# bloquer X11... ou au moins confirmation avant fermeture!



## avr (22 Juillet 2005)

Bonjour,

Je voulais savoir s'il était possible de bloquer la fermeture d'une application, ou au moins de faire apparaître un message de confirmation avant de quitter celle-ci.

En effet, j'utilise mon Mac pour faire des calculs assez longs (simulation Monte-Carlo) et ça fait déjà 2 fois que ça m'arrive  .
Je lance mes simulations à partir du terminal et j'utilise la commande 'nohup', ce qui me permet de quitter le terminal en toute sérénité: mes process tournent en tâche de fond. Cependant, ces calculs nécessitent X11: j'ai donc X11 ouvert en permanence... Comme je n'attends pas que la bécane ait fini de calculer pour y retoucher, je continue de travailler dessus. Par exemple, je lance des trucs style xdvi, qui sont émulés par X11... Et là, c'est le drame: une fausse manip', et au lieu de quitter xdvi (par ex.), je quitte X11!  Résultat: mes calculs crashent...   
Ça vient de me le faire pour la 2ème fois, ça faisait 1 mois que ça tournait: je t'explique pas la quantité de données que j'ai perdues...  

Tout ça pour en venir au fait: serait-il possible de modifier un truc dans X11, ou d'ajouter une autre application, ou quoi que ce soit, qui permette au moins de demander un message de confirmation avant de quitter réellement?

Merci d'avance pour vos réponses. Je suis vraiment dégouté.... :sick:

PS: Mac OS 10.3.9 sur PowerMac G5


----------



## Thierry6 (22 Juillet 2005)

je ne suis pas sûr de bien comprendre car cette confirmation est le comportement par défaut de X11 (ça s'appelle même Alerte).

je n'ai pas essayé mais comme il faut taper
defaults write com.apple.x11 no_quit_alert true
pour supprimer l'alerte, essaye l'inverse pour la rétablir.


----------



## daffyb (23 Juillet 2005)

Ce que tu donnes Thierry, est tout à fait vrai et fonctionne sour TIger (pour le moins).
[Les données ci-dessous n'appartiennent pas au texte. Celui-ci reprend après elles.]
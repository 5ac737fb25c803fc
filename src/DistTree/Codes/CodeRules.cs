using DistTree.Codes.Cec;
using DistTree.Codes.Iec;
using DistTree.Codes.Nec;
using DistTree.Conductors;
using DistTree.Model;
using DistTree.Network;
using DistTree.Solving;

namespace DistTree.Codes;
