using DistTree.Conductors;
using DistTree.Model;
using DistTree.ProjectFiles;

namespace DistTree.Tests.ProjectFiles;
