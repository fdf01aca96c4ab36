"use client";

import {
  columnVisibilityFeature,
  createColumnHelper,
  flexRender,
  rowPaginationFeature,
  rowSortingFeature,
  tableFeatures,
  useTable,
  type ColumnVisibilityState,
  type PaginationState,
  type SortingState,
  type Updater,
} from "@tanstack/react-table";
import Link from "next/link";
import { usePathname, useSearchParams } from "next/navigation";
import { useFormatter, useTranslations } from "next-intl";
import { useEffect, useMemo, useState, useSyncExternalStore } from "react";
import { ConditionBadge, OutBadge } from "@/components/stamps/condition-badge";
import { sizeText } from "@/components/stamps/measure";
import { Button } from "@/components/ui/button";
import { cn } from "@/components/ui/cn";
import { Notice } from "@/components/ui/notice";
import { SortableTableHead } from "@/components/ui/sortable-table-head";
import { stampUrls, type LocationDto } from "@/lib/contracts/stamps";
import type { StampListItem } from "@/lib/contracts/stamps";
import { isLowCoverage } from "@/lib/stamps/coverage";
import type { UnitSystem } from "@/lib/stamps/format";
import { ApiError } from "@/lib/swr/fetcher";
import { useStamps } from "@/lib/swr/use-stamps";
import { inchesToMm, mmToInches } from "@/lib/units";
import { stampConditions } from "@/lib/validation/stamps";
import { calendarDay } from "@/lib/i18n/formats";
import { locationLabel } from "@/lib/stamps/format";

const features = tableFeatures({ rowSortingFeature, columnVisibilityFeature, rowPaginationFeature });
const column = createColumnHelper<typeof features, StampListItem>();
const emptyRows: StampListItem[] = [];

/** Table column → the API's sort key. */
const sortKeyOf: Record<string, string> = {
  code: "code",
  name: "name",
  size: "width",
  condition: "condition",
  location: "location",
  maker: "maker",
  madeOn: "madeOn",
  impressions: "impressions",
  updated: "updated",
};
const columnOfSortKey = Object.fromEntries(Object.entries(sortKeyOf).map(([c, k]) => [k, c]));

const defaultHidden: ColumnVisibilityState = { maker: false, madeOn: false, tags: false, impressions: false, updated: false, face: false, coverage: false };
const filterKeys = ["q", "condition", "site", "location", "face", "out", "overdue", "tag", "lowCoverage", "minWidthMm", "maxWidthMm", "minHeightMm", "maxHeightMm"];

// Column choice lives in the browser (per person and device), read without a hydration mismatch.
const columnsKey = "capgrid.stamps.columns";
/** The table's columns, each with its heading at stamps.columns.<id>. */
type ColumnId = "code" | "name" | "size" | "face" | "condition" | "location" | "out" | "maker" | "madeOn" | "tags" | "impressions" | "updated";
const columnListeners = new Set<() => void>();
const columnsStore = {
  subscribe(listener: () => void) {
    columnListeners.add(listener);
    window.addEventListener("storage", listener);
    return () => {
      columnListeners.delete(listener);
      window.removeEventListener("storage", listener);
    };
  },
  get: () => window.localStorage.getItem(columnsKey) ?? "",
  server: () => "",
  set(value: ColumnVisibilityState) {
    window.localStorage.setItem(columnsKey, JSON.stringify(value));
    columnListeners.forEach((l) => l());
  },
};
Par contre, il y a une alerte uniquement si une application graphique est lancée (en fenêtre ouverte). Si toutes les fenêtres sont fermés, pas de xterm par exemple, un pomme+Q quitte X11 sans message d'erreur.
avr, ce que tu peux faire, c'est lancer un xterm que tu minimises dans le terminal. Dans ce cas, tu auras droit à un message demandant si tu veux bien quitter X11.
Je n'ai pas d'autre astuce pour le moment. 

Pour le réglage de la préférence, c'est pas Yes et No d'ailleurs ?
Néanmoins, par défaut il y a un message d'erreur à la fermeture de X11 si une fenêtre est ouverte


----------



## Thierry6 (23 Juillet 2005)

daffyb a dit:
			
		

> Par contre, il y a une alerte uniquement si une application graphique est lancée (en fenêtre ouverte). Si toutes les fenêtres sont fermés, pas de xterm par exemple, un pomme+Q quitte X11 sans message d'erreur.
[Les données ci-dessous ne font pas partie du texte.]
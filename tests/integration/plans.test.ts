import { count, eq } from "drizzle-orm";
import polygonClipping, { type MultiPolygon, type Polygon } from "polygon-clipping";
import { beforeAll, describe, expect, it } from "vitest";
import { planEvents, plans, type Role } from "@/db/schema";
import { can, roles } from "@/lib/permissions";
import { createUser, db } from "../helpers/db";
import { api, signIn, type Session } from "../helpers/http";
import { createStampRow, uniquePrefix } from "../helpers/stamps";

// The cloth plans API (SPEC sections 2, 3 and 6): every role reads plans, planners and admins save, change and
// delete them; a change from an old version is refused; a plan whose stamp changed since it was computed says so.

const sessions = {} as Record<Role, Session>;
const prefix = uniquePrefix("PL");
const FIELD = `${prefix}-F`;
const BORDER = `${prefix}-B`;

beforeAll(async () => {
  for (const role of roles) {
    const user = await createUser(role);
    sessions[role] = (await signIn(user.email, user.password))!;
  }
  await createStampRow({ code: FIELD, name: `Field ${prefix}`, widthMm: 200, heightMm: 200 });
  await createStampRow({ code: BORDER, name: `Border ${prefix}`, widthMm: 60, heightMm: 100 });
});

// 1150 mm mori, 25 mm margins → 1100 mm band; 200 × 200 mm straight (tubruk), worked by hand: 5 across (1000 mm),
// 50 mm left each side, 5 rows a metre, 25 impressions a metre, 750 in 30 m; solid footprint: 1 m² of wax a metre.
const layout = (code = FIELD, extra: Record<string, unknown> = {}) => ({
  cloth: { widthMm: 1150, lengthMm: 30_000, margins: { leftMm: 25, rightMm: 25 } },
  stamp: { code },
  gap: { xMm: 0, yMm: 0 },
  arrangement: "straight",
  ...extra,
});

const planner = () => sessions.planner;
async function savePlan(name: string, body: Record<string, unknown> = {}) {
  const res = await api("POST", "/api/v1/plans", { session: planner(), body: { name, layout: layout(), ...body } });
  expect(res.status, JSON.stringify(res.body)).toBe(201);
  return res.body.plan;
}
const planCount = async () => (await db().select({ n: count() }).from(plans))[0].n;
const planRow = async (id: string) => (await db().select().from(plans).where(eq(plans.id, id)))[0];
  pas chez moi, même quand aucune application graphique est ouverte, il me demande de confirmer ???



			
				daffyb a dit:
			
		

> ce que tu peux faire, c'est lancer un xterm que tu minimises dans le terminal



ou alors on a enfin trouvé une utilité à Xeyes ?


----------



## daffyb (23 Juillet 2005)

Thierry6 a dit:
			
		

> (...)ou alors on a enfin trouvé une utilité à Xeyes ?


----------



## molgow (23 Juillet 2005)

daffyb a dit:
			
		

> Par contre, il y a une alerte uniquement si une application graphique est lancée (en fenêtre ouverte). Si toutes les fenêtres sont fermés, pas de xterm par exemple, un pomme+Q quitte X11 sans message d'erreur.
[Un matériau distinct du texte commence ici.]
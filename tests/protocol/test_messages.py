"""Protocol errors in our words: one line, the key path as written in the file, what is wrong, how to fix, a
"did you mean" for a misspelt key or value, and never the validation library's internal names."""

from __future__ import annotations

import pandas as pd
import pytest
import yaml
from support.tiny import tiny_decisions, tiny_protocol_dict, write_tiny

from regimewise import cli
from regimewise.data.validate import validate_records
from regimewise.errors import DataValidationError, ProtocolError
from regimewise.protocol import load_protocol


def _edit(change):
    d = tiny_protocol_dict()
    change(d)
    return d


def _rename(d, old, new):
    d[new] = d.pop(old)


# name: (protocol, fragments the line must hold)
CASES = {
    "misspelt required key": (
        _edit(lambda d: _rename(d, "horizon", "horizn")),
        ["horizn: unknown key 'horizn'", "did you mean 'horizon'?"],
    ),
    "unknown key beside a missing one": (
        _edit(lambda d: _rename(d, "horizon", "steps")),
        ["steps: unknown key 'steps'", "required key 'horizon' is missing", "rename 'steps'"],
    ),
    "misspelt optional key in a list item": (
        _edit(lambda d: _rename(d["states"][1], "kind", "knd")),
        ["states[1].knd: unknown key 'knd'", "did you mean 'kind'?"],
    ),
    "unknown key with nothing close": (
        _edit(lambda d: d["study"].update(colour="red")),
        ["study.colour: unknown key 'colour'", "keys allowed here: title, question, version, run_name"],
    ),
    "ridge penalty in capitals": (
        _edit(lambda d: d.update(q_model={"ridge_alpha": "CV"})),
        ["q_model.ridge_alpha: 'CV' is not accepted", "a number, or 'cv'", "did you mean 'cv'?"],
    ),
    "negative ridge penalty": (
        _edit(lambda d: d.update(q_model={"ridge_alpha": -1})),
        ["q_model.ridge_alpha: -1 is not accepted", "a number at least 0", "or 'cv'"],
    ),
    "misspelt model kind": (
        _edit(lambda d: d.update(q_model={"kind": "linaer"})),
        ["q_model.kind: 'linaer' is not one of 'linear', 'gradient_boosting'", "did you mean 'linear'?"],
    ),
    "misspelt estimator": (
        _edit(lambda d: d.update(evaluation={"estimators": ["wdr", "pdwsi"]})),
        ["evaluation.estimators[1]: 'pdwsi'", "did you mean 'pdwis'?"],
    ),
    "misspelt word of a several-form setting": (
        _edit(lambda d: d.update(sensitivity={"confounded_decisions": "frist"})),
        ["sensitivity.confounded_decisions: 'frist' is not accepted", "'all' or 'first', or a list", "'first'?"],
    ),
    "misspelt sweep axis": (
        _edit(lambda d: d.update(sweeps={"axes": {"q_model.knd": ["linear"]}})),
        ["sweeps.axes: key 'q_model.knd' is not one of", "did you mean 'q_model.kind'?"],
    ),
    "misspelt missing-data policy": (
        _edit(lambda d: d["data"].update(missing={"bp": "dorp"})),
        ["data.missing.bp: 'dorp' is not one of", "did you mean 'drop'?"],
    ),
    "bad run name": (
        _edit(lambda d: d["study"].update(run_name="My Run!")),
        ["study.run_name: must be lower-case letters, digits and _, starting with a letter"],
    ),
    "cross-field rule inside a section": (
        _edit(lambda d: d.update(behaviour_model={"kind": "gradient_boosting", "folds": 1})),
        ["behaviour_model: gradient_boosting must be cross-fitted: set behaviour_model.folds to 2 or more"],
    ),
    "cross-field rule of the whole protocol": (
        _edit(lambda d: d["states"][0].update(column="reward")),
        ["protocol.yaml: state column 'reward' is also a data-contract column"],
    ),
}


INTERNALS = ("constrained-", "function-", "literal[", "[key]", "Value error", "(top level)", "Input should")


@pytest.mark.parametrize("case", sorted(CASES))
def test_each_protocol_error_is_one_line_with_the_key_as_written_and_a_fix(tmp_path, case):
    content, fragments = CASES[case]
    path = tmp_path / "protocol.yaml"
    path.write_text(yaml.safe_dump(content, sort_keys=False), encoding="utf-8")
    with pytest.raises(ProtocolError) as info:
        load_protocol(path)
    message = str(info.value)
    assert "\n" not in message
    for fragment in fragments:
        assert fragment in message, message
    for internal in INTERNALS:
        assert internal not in message, message
    assert "more problem" not in message, message  # each case has one problem; a folded missing key is no other


def test_a_second_independent_problem_is_counted(tmp_path):
    content = _edit(lambda d: (_rename(d, "horizon", "horizn"), d.update(discount=-0.1)))
    path = tmp_path / "protocol.yaml"
    path.write_text(yaml.safe_dump(content), encoding="utf-8")
    with pytest.raises(ProtocolError, match=r"did you mean 'horizon'\?.*\(and 1 more problem: fix this one"):
        load_protocol(path)


def test_validation_counts_every_failing_value_not_only_the_listed_ones(tmp_path):
    """555 out-of-range values: the list keeps at most 100 entries per rule, the message says the true total."""
    decisions = tiny_decisions(n_episodes=200)  # 600 rows
    decisions["bp"] = decisions["bp"].astype(float)
    decisions.loc[:554, "bp"] = 999.0
    protocol = write_tiny(tmp_path / "study", decisions=decisions)
    with pytest.raises(DataValidationError) as info:
        validate_records(load_protocol(protocol))
    assert "(555 problems in all" in str(info.value)
    unlisted = [f for f in info.value.errors if f.row is None]
    assert len(info.value.errors) == 100 and len(unlisted) == 1
    assert unlisted[0].message == "456 more row(s) fail this rule beyond the first 99 listed"
    errors = tmp_path / "errors"
    assert cli.main(["check", str(protocol), "--errors", str(errors)]) == 1
    table = pd.read_csv(errors / "validation_errors.csv", dtype=str, keep_default_na=False)
    assert table["problem"].str.contains("456 more row").sum() == 1


def test_negative_strength_names_the_option_as_typed(tmp_path, capsys):
    assert cli.main(["simulate", "--out", str(tmp_path / "c"), "--strength", "-1"]) == 1
    err = capsys.readouterr().err.strip()
    assert err.startswith("regimewise error: --strength") and "got -1" in err and "\n" not in err
    assert "confounding_strength" not in err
Même comportement chez moi avec Tiger et X11 1.1.


----------



## avr (25 Juillet 2005)

Merci pour vos réponses.

Effectivement, chez moi aussi, il y a une alerte uniquement quand j'ai un xterm d'ouvert (ou une application graphique). C'est un réglage qui se fait dans les pref's de x11.
Vous savez ce qu'a paramétré Thierry6 pour obtenir ce comportement?:


			
				Thierry6 a dit:
			
		

> pas chez moi, même quand aucune application graphique est ouverte, il me demande de confirmer ???


En attendant, j'ai suivi les conseils du canard  :


			
				daffyb a dit:
			
		

> avr, ce que tu peux faire, c'est lancer un xterm que tu minimises dans le terminal*. Dans ce cas, tu auras droit à un message demandant si tu veux bien quitter X11.


Et pour être bien sûr, j'ai aussi tourné no_quit_alert sur false.
Si avec tout ça je fais encore des conner***... :rateau: 
Par contre, vendredi soir, en partant, j'étais un peu sur les dents. De rage j'ai relancé tout de suite une simu. Elle a donc tourné tout le WE. Résultat: j'ai plus tellement envie d'essayer de quitter X11 pour voir s'il me met un message d'alerte...  Promis, la prochaine fois, je réfléchirai avant de lancer des calculs de bourrin... :rose: 

Encore merci pour vos réponses.


*tu voulais dire dans le Dock, non? Et c'est quoi Xeyes?


----------



## daffyb (25 Juillet 2005)

avr a dit:
			
		

> (...)
> *tu voulais dire dans le Dock, non? Et c'est quoi Xeyes?


Oui, je voulais dire dans le dock
xeyes, est une petite application qui ouvre une fenêtre avec des yeux qui suivent le pointeur de la souris. On peut passer pleins de paramêtre pour choisir la couleur des yeux. toutalement inutil, donc indispensable 
Dans le même ordre d'idée, tu peux aussi lancer xclock ou xlogo  






Je sais c'est un image sous windows, mais bon, ça regroupe tous mes exemples et puis, c'est google qu me les a données


----------



## jyd04 (29 Juillet 2005)

xcalc est pas mal non plus...

une petite calculette toujours sous la main quoi...


----------



## Thierry6 (29 Juillet 2005)

avr a dit:
			
		

> Vous savez ce qu'a paramétré Thierry6 pour obtenir ce comportement?:



Le pire c'est que moi non plus, j'aurais même tendance à dire rien, mais à la lecture de vos messages tous concordants, j'ai du rentrer quelque chose


----------